▸ **WHAT IS REQUIRED**
What lines in the records below contain the string "factor"? Copy every one.
____ RECORDS SHOWN
def test_mirror_halves_are_the_assembly_on_the_right_half():
    """mirror_halves of the whole grid's operator = the operator assembled on the right half (Neumann centre for
    the even sector, Dirichlet for the odd): the halves of a symmetric double well (invented), to round-off."""
    from fdsolver.input.case import case_from_text

    pot = case_from_text('title = "two square wells (invented)"\nunits = "nm-meV"\nmass = 0.067\n'
                         '[[potential]]\nshape = "square"\ncenter = -2.5\nwidth = 3\ndepth = 100\n'
                         '[[potential]]\nshape = "square"\ncenter = 2.5\nwidth = 3\ndepth = 100\n').potential
    half = np.concatenate([[0.0], np.cumsum(np.linspace(0.05, 0.4, 60))])
    nodes = np.concatenate([-half[:0:-1], half])
    c = half.size - 1
    even, odd = mirror_halves(assemble(pot, nodes[c - 1:]), 1)
    ref_even = assemble(pot, half, left=NEUMANN)
    ref_odd = assemble(pot, half)
    for got, want in ((even, ref_even), (odd, ref_odd)):
        for name in ("a", "w", "d", "e"):
            assert np.allclose(getattr(got, name), getattr(want, name), rtol=1e-13, atol=0), name
        assert np.allclose(got.vw, want.vw, rtol=1e-13, atol=1e-13 * np.abs(want.vw).max()), "vw"


_STACK_CASE = ('title = "three-layer stack with a sheet (invented)"\nunits = "nm-meV"\n'
               '[[layer]]\nband_edge = 230\nmass = 0.09\n[[layer]]\nthickness = 4.3\nband_edge = 0\nmass = 0.067\n'
               '[[layer]]\nthickness = 1.7\nband_edge = 120\nmass = 0.08\n[[layer]]\nthickness = 5.1\nband_edge = 10\n'
               'mass = 0.07\n[[layer]]\nband_edge = 230\nmass = 0.09\n'
               '[[potential]]\nshape = "square"\ncenter = 2.0\nwidth = 0.9\ndepth = 35\n'
               '[[potential]]\nshape = "point"\ncenter = 8.0\nstrength = 40\n')


@PROPS
@given(st.integers(0, 10**6), st.integers(3, 40), st.floats(-50.0, 50.0))
def test_constant_cells_give_the_evaluated_operator_on_every_refinement(seed, extra, shift):
    """For a piecewise-constant V and m (a layer stack with a square well and a point term, invented) on a grid
    whose nodes include every feature, the operator assembled from V and m read once per base cell
    (cell_constants) equals the one assembled by evaluating the potential, bit for bit, on refinements 0-5 and
    with any shift: V is one value inside each cell, so every point of a sub-cell reads it (IEEE 754: the same
    operations on the same operands; common practice, no source)."""
    from fdsolver.input.case import case_from_text

    pot = case_from_text(_STACK_CASE).potential
    rng = np.random.default_rng(seed)
    lo, hi = -6.0, 20.0
    feats = pot.features()
    base = np.unique(np.concatenate([[lo, hi], feats[(feats > lo) & (feats < hi)], rng.uniform(lo, hi, extra)]))
    cells = cell_constants(pot, base)
    assert cells is not None
    for level in range(6):
        nodes = refine(base, level)
        sub = (np.repeat(cells[0], 2**level), np.repeat(cells[1], 2**level))
        want, got = assemble(pot, nodes, shift), assemble(pot, nodes, shift, cells=sub)
        for name in ("a", "w", "vw", "v", "mass", "d", "e"):
            assert np.array_equal(getattr(got, name), getattr(want, name)), (level, name)
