"""Tables of the optics archives: an intersubband absorption spectrum and the interband transitions of a stack."""

from __future__ import annotations

import math

import numpy as np

from fdsolver.report._common import case_notes, run_header, title_of, units_of

#: interband transitions listed (strongest overlaps first within the lowest energies)
INTERBAND_ROWS = 12
#: transitions whose squared overlap is below this are called forbidden in the table
FORBIDDEN = 1e-6


def _notes(ds) -> list[str]:
    out = case_notes(ds)
    out += [f"note: {n}" for n in str(ds.attrs.get("notes", "")).splitlines() if n and f"note: {n}" not in out]
    return out


def format_absorption(ds) -> str:
    """The summary of an absorption archive: populations, each transition's line, the peak of the spectrum."""
    a = ds.attrs
    eu, lu = units_of(ds, "photon_energy"), units_of(ds, "state_energy")
    cm2 = _per_cm2(ds)
    lines = [title_of(ds), run_header(ds),
             f"intersubband absorption of {float(a['sheet_density']):.4g} cm^-2 carriers at "
             f"{float(a.get('carrier_temperature', 0.0)):g} K; Lorentzian FWHM {float(a['broadening']):.4g} {eu}; "
             f"refractive index {float(a['refractive_index']):.3g}; field along the growth axis",
             f"chemical potential {float(a['chemical_potential']):.6g} {eu} (same scale as the subband energies)",
             f"{'subband':>7}  {'energy [' + eu + ']':>16}  {'population [cm^-2]':>19}"]
    for k in range(ds.sizes.get("state", 0)):
        lines.append(f"{int(ds.state.values[k]):>7}  {float(ds.state_energy.values[k]):16.8g}  "
                     f"{float(ds.population.values[k]) * cm2:19.5g}")
    ph, total = ds.photon_energy.values, ds.absorption.values
    lines.append(f"{'from':>5} {'to':>4}  {'energy [' + eu + ']':>16}  {'f':>9}  {'peak absorption':>15}  "
                 f"{'area [' + eu + ']':>14}")
    order = np.argsort(-np.abs(ds.integrated_absorption.values)) if ds.sizes.get("transition", 0) else []
    for t in order[:INTERBAND_ROWS]:
        peak = float(np.max(np.abs(ds.transition_absorption.values[t])))
        lines.append(f"{int(ds.transition_initial.values[t]):>5} {int(ds.transition_final.values[t]):>4}  "
                     f"{float(ds.transition_energy.values[t]):16.8g}  "
                     f"{float(ds.transition_oscillator_strength.values[t]):9.5f}  {peak:15.4e}  "
                     f"{float(ds.integrated_absorption.values[t]):14.4e}")
    if total.size:
        k = int(np.argmax(total))
        lines.append(f"peak of the spectrum: {float(total[k]):.4e} (fraction absorbed per pass) at {float(ph[k]):.6g} {eu}; "
                     f"photon energies {float(ph[0]):.6g} to {float(ph[-1]):.6g} {eu}, {ph.size} points")
    if "absorption_coefficient" in ds:
        coef = ds.absorption_coefficient.values
        per = float(a.get("period", math.nan))
        lines.append(f"absorption coefficient of a stack with period {per:.4g} {lu}: peak "
                     f"{float(np.max(coef)) * _per_cm(ds):.4g} cm^-1")
    lines.extend(_notes(ds))
    return "\n".join(lines)


def _per_cm2(ds) -> float:
    """One (case length unit)^-2 in cm^-2."""
    return _per_cm(ds) ** 2


def _per_cm(ds) -> float:
    """One (case length unit)^-1 in cm^-1."""
    from fdsolver.model.units import UNIT_SYSTEMS

    system = UNIT_SYSTEMS.get(ds.attrs.get("units_system"))
    return 1.0 / (system.length_si * 100.0) if system is not None else math.nan


def format_interband(ds) -> str:
    """The interband table: levels of each carrier, then the e-h transitions by energy with their overlaps."""
    a = ds.attrs
    eu = units_of(ds, "electron_energy")
    lines = [title_of(ds), run_header(ds),
             f"effective gap (lowest conduction-band edge - highest valence-band edge): {float(a['effective_gap']):.8g} {eu}"]
    for name, label in (("electron", "e"), ("heavy_hole", "hh"), ("light_hole", "lh")):
        e, err = ds[f"{name}_energy"].values, ds[f"{name}_energy_error"].values if f"{name}_energy_error" in ds else None
        levels = ", ".join(f"{label}{k + 1} {v:.6g}" + (f" +- {err[k]:.1e}" if err is not None else "") for k, v in enumerate(e))
        lines.append(f"{name.replace('_', ' ')} confinement energies [{eu}]: {levels or 'none bound'}")
    rows = []
    for hole, label in (("heavy_hole", "hh"), ("light_hole", "lh")):
        te, ov = ds[f"{hole}_transition_energy"].values, ds[f"{hole}_overlap"].values
        oe = ds[f"{hole}_overlap_error"].values if f"{hole}_overlap_error" in ds else np.full_like(ov, np.nan)
        for i in range(te.shape[0]):
            for j in range(te.shape[1]):
                rows.append((float(te[i, j]), f"e{i + 1}-{label}{j + 1}", float(ov[i, j]), float(oe[i, j])))
    rows.sort()
    allowed = [r for r in rows if r[2] >= FORBIDDEN]
    lines.append(f"{'transition':<11}  {'energy [' + eu + ']':>16}  {'wavelength [nm]':>15}  {'overlap |<e|h>|^2':>17}  "
                 f"{'error':>8}")
    for te, name, ov, oe in allowed[:INTERBAND_ROWS]:
        lines.append(f"{name:<11}  {te:16.8g}  {_wavelength_nm(te, ds):>15}  {ov:17.6f}  "
                     f"{(f'{oe:8.1e}' if np.isfinite(oe) else '       -')}")
    hidden = len(rows) - len(allowed)
    if hidden:
        lines.append(f"({hidden} transition(s) with overlap below {FORBIDDEN:g} left out: forbidden by parity or "
                     "by the separation of the envelopes)")
    if len(allowed) > INTERBAND_ROWS:
        lines.append(f"({len(allowed) - INTERBAND_ROWS} more allowed transition(s) above; the archive holds them all)")
    lines.append("the overlap is the envelope part of the strength (no Bloch factor, no heavy/light-hole "
                 "polarisation factor); excitons and strain are not modelled")
    lines.extend(_notes(ds))
    return "\n".join(lines)


def _wavelength_nm(energy: float, ds) -> str:
    from fdsolver.model.units import HBAR, UNIT_SYSTEMS

    system = UNIT_SYSTEMS.get(ds.attrs.get("units_system"))
    if system is None or not energy > 0:
        return "-"
    return f"{2 * math.pi * HBAR * 299792458.0 / (energy * system.energy_si) * 1e9:.6g}"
________
▸ **RESULT**
    lines.append("the overlap is the envelope part of the strength (no Bloch factor, no heavy/light-hole "
                 "polarisation factor); excitons and strain are not modelled")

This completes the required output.